Update: Deadline extended to July 15th, 2019.
ELITE-S provides up to 16 postdoctoral fellowships to work for 2 years in the ADAPT Research Centre at Trinity College Dublin, University College Dublin, or other Irish universities as well as with an industry partner. ELITE-S is a EU Marie Skłodowska-Curie COFUND Action.
You can apply with any research proposal in the field of ICT standardisation that fits into one of the following four themes.
- Regulations and Compliance
- Content Analytics
- Content Preservation Data and Process Management
If you do not have your own idea, you may pick one of the following topics. Contact us to discuss any of the ideas in more detail.
Recommender-Systems Description Language (RSDL)
Publications in the field of recommender-systems vary a lot in terms of the information they contain about data, algorithms, and evaluations. Consequently, it is difficult to replicate research results, or re-implement recommender-systems algorithms.
A recommender-systems description language could help in making research more reproducible and publications more structured.
A formal description language for recommender systems would also make publications more machine-readable, and ease the process of finding recommender-systems publications that e.g. used a certain evaluation metric for a certain algorithm in a certain domain. Similarly, if algorithms were described in a standardised language, a search engine for recommender-system algorithms (or source code) could be implemented.
Also, recommender-system datasets such as MovieLens or RARD II all have their own definitions, variables etc. Consequently, when using a dataset with a recommender-system library (e.g. LensKit, Surprise, Mahout, …), a lot of manual work is required. A standardized language, data format, or algorithm description, could help to use datasets easier in recommendation frameworks.
If you are interested in developing a Recommender-System Description Language, you may develop and test this language in our recommender-system as-a-service that serves multiple partners with various data formats and several algorithms.

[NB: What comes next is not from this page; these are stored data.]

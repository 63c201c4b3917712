import { type ReactNode, useMemo, useState } from 'react';
import { classes } from './classes.ts';

export interface Column<Row> {
  key: string;
  header: ReactNode;
  cell: (row: Row) => ReactNode;
  /** Numbers are set right in the mono face so that digits line up. */
  kind?: 'text' | 'number';
  /** Makes the column sortable by this value. */
  sortBy?: (row: Row) => number | string;
}

interface Props<Row> {
  /** Says what the table lists; read aloud, and shown unless hidden. */
  caption: string;
  showCaption?: boolean;
  columns: readonly Column<Row>[];
  rows: readonly Row[];
  rowKey: (row: Row) => string;
  selected?: (row: Row) => boolean;
  empty?: ReactNode;
}

type Order = { key: string; down: boolean } | null;

/** A ruled table without boxes: an ink line under the head, hairlines between rows; scrolls sideways when narrow. */
export function DataTable<Row>({ caption, showCaption, columns, rows, rowKey, selected, empty }: Props<Row>) {
  const [order, setOrder] = useState<Order>(null);
  const shown = useMemo(() => sorted(rows, columns, order), [rows, columns, order]);
  return (
    // biome-ignore lint/a11y/noNoninteractiveTabindex: a region that scrolls must be reachable by keyboard
    <section className="relative overflow-x-auto" aria-label={caption} tabIndex={0}>
      <table className="w-full border-collapse text-left">
        <caption className={showCaption ? 'mb-2 text-left font-semibold text-lead' : 'sr-only'}>{caption}</caption>
        <thead>
          <tr className="border-ink border-b">
            {columns.map((column) => (
              <HeadCell key={column.key} column={column} order={order} onOrder={setOrder} />
            ))}
          </tr>
        </thead>
        <tbody>
          {shown.map((row) => (
            <tr key={rowKey(row)} className={classes('border-hair border-b', selected?.(row) && 'bg-tint')}>
              {columns.map((column) => (
                <td
                  key={column.key}
                  className={classes(
                    'py-2 pr-4 align-baseline last:pr-1',
                    numeric(column) ? 'text-right font-mono' : 'min-w-32',
                  )}
                >
                  {column.cell(row)}
                </td>
              ))}
            </tr>
          ))}
        </tbody>
      </table>
      {rows.length === 0 && empty && <div className="py-3 text-quiet">{empty}</div>}
    </section>
  );
}

const numeric = (column: Column<never>) => column.kind === 'number';

interface HeadProps<Row> {
  column: Column<Row>;
  order: Order;
  onOrder: (order: Order) => void;
}

function HeadCell<Row>({ column, order, onOrder }: HeadProps<Row>) {
  const active = order?.key === column.key ? order : null;
  const look = classes(
    'whitespace-nowrap py-2 pr-4 align-bottom font-semibold text-quiet last:pr-1',
    numeric(column) && 'text-right',
  );
  if (!column.sortBy) {
    return (
      <th scope="col" className={look}>
        {column.header}
      </th>
    );
  }
  const arrow = (
    <span aria-hidden="true" className="inline-block w-2 text-tiny">
      {active ? (active.down ? '▾' : '▴') : ''}
    </span>
  );
  return (
    <th scope="col" className={look} aria-sort={active ? (active.down ? 'descending' : 'ascending') : 'none'}>
      <button
        type="button"
        className="inline-flex items-baseline gap-1 font-semibold hover:text-act"
        onClick={() => onOrder({ key: column.key, down: active ? !active.down : false })}
      >
        {numeric(column) && arrow}
        {column.header}
        {!numeric(column) && arrow}
      </button>
    </th>
  );
}

function sorted<Row>(rows: readonly Row[], columns: readonly Column<Row>[], order: Order): readonly Row[] {
  const by = order && columns.find((column) => column.key === order.key)?.sortBy;
  if (!order || !by) return rows;
  const sign = order.down ? -1 : 1;
  return [...rows].sort((a, b) => {
    const x = by(a);
    const y = by(b);
    return sign * (typeof x === 'number' && typeof y === 'number' ? x - y : String(x).localeCompare(String(y)));
  });
}
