import type { AnchorHTMLAttributes, ButtonHTMLAttributes } from 'react';
import { classes } from './classes.ts';

export type ButtonKind = 'primary' | 'outline' | 'quiet';

const BASE =
  'inline-flex items-center justify-center gap-2 border text-center font-semibold leading-tight no-underline transition-colors disabled:opacity-55';
const SIZE = { usual: 'min-h-10 px-4 py-2', small: 'min-h-8 px-2.5 py-1 text-tiny' } as const;
const KIND: Record<ButtonKind, string> = {
  primary:
    'border-act bg-act text-act-ink enabled:hover:border-act-deep enabled:hover:bg-act-deep [a&]:hover:border-act-deep [a&]:hover:bg-act-deep',
  outline: 'border-act bg-sheet text-act enabled:hover:bg-tint [a&]:hover:bg-tint',
  quiet: 'border-transparent text-act enabled:hover:bg-tint [a&]:hover:bg-tint',
};

interface Look {
  kind?: ButtonKind;
  size?: keyof typeof SIZE;
}

export const buttonClass = ({ kind = 'outline', size = 'usual' }: Look, more?: string) =>
  classes(BASE, SIZE[size], KIND[kind], more);

interface ButtonProps extends ButtonHTMLAttributes<HTMLButtonElement>, Look {
  /** At work: stays in place, cannot be pressed again, says so to assistive technology. */
  busy?: boolean;
}

export function Button({ kind, size, busy, className, type = 'button', disabled, ...rest }: ButtonProps) {
  return (
    <button
      {...rest}
      type={type}
      disabled={disabled || busy}
      aria-busy={busy || undefined}
      className={buttonClass({ kind, size }, className)}
    />
  );
}

interface LinkProps extends AnchorHTMLAttributes<HTMLAnchorElement>, Look {}

/** Goes somewhere, looks like a button. */
export function ButtonLink({ kind, size, className, children, ...rest }: LinkProps) {
  return (
    <a {...rest} className={buttonClass({ kind, size }, className)}>
      {children}
    </a>
  );
}
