import type { Run } from '@/api/runs.ts';

export const exampleRun = (change: Partial<Run> = {}): Run => ({
  id: 'run-1',
  projectId: 'project-1',
  name: 'Planes of order 16',
  seed: 'b7f2-91c4',
  framesPerShard: 2000,
  stopping: { frameErrors: 100, maxFrames: 1_000_000 },
  place: 'browser',
  goal: null,
  outcome: null,
  state: 'finished',
  createdAt: '2026-12-01T05:00:00.000Z',
  createdBy: 'engineer',
  isDemo: false,
  pointCount: 2,
  pointsDone: 1,
  frames: 12_000,
  frameErrors: 503,
  revision: 7,
  ...change,
});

A Description Language and Standard for Meta-Learning / Automated Machine Learning
Meta-Learning and Automated Machine Learning (AutoML) — including Neural Network Architecture Search, Hyper-Parameter Optimization, Automated Algorithm Configuration, and Learning to Learn — is a strongly growing field of research, with very high relevance to industry. There have been massive advances in recent years, and many tools were published to ease the process of automating machine learning. The list of tools is long, and includes AutoWeka, Google’s AutoML and Auto sklearn. However, these tools are not interoperable and, similar to the problems in the recommender-systems field (see above), publications etc. would benefit from a standardized description language.
Open Recommender Systems API
Many disciplines have open standards for APIs. Prominent examples include the OpenAPI Initiative and OpenSearch. The recommender-systems community could benefit from a similar initiative, or applying and adjusting existing solutions to the special features of recommender systems. First attempts have been made (Garcia & Bellogin, 2018) but they were not comprehensive. You could extend the existing work, and potentially include and test your new standard in our recommender-system APIs Darwin & Goliath, Mr. DLib or the APIs of some recommendation frameworks and industry partners.
Garcia & Bellogin, Iván Garcia and Alejandro Bellogin, “Towards an open, collaborative REST API for recommender systems,” in Proceedings of the 12th ACM Conference on Recommender Systems (ACM, 2018), 504–505.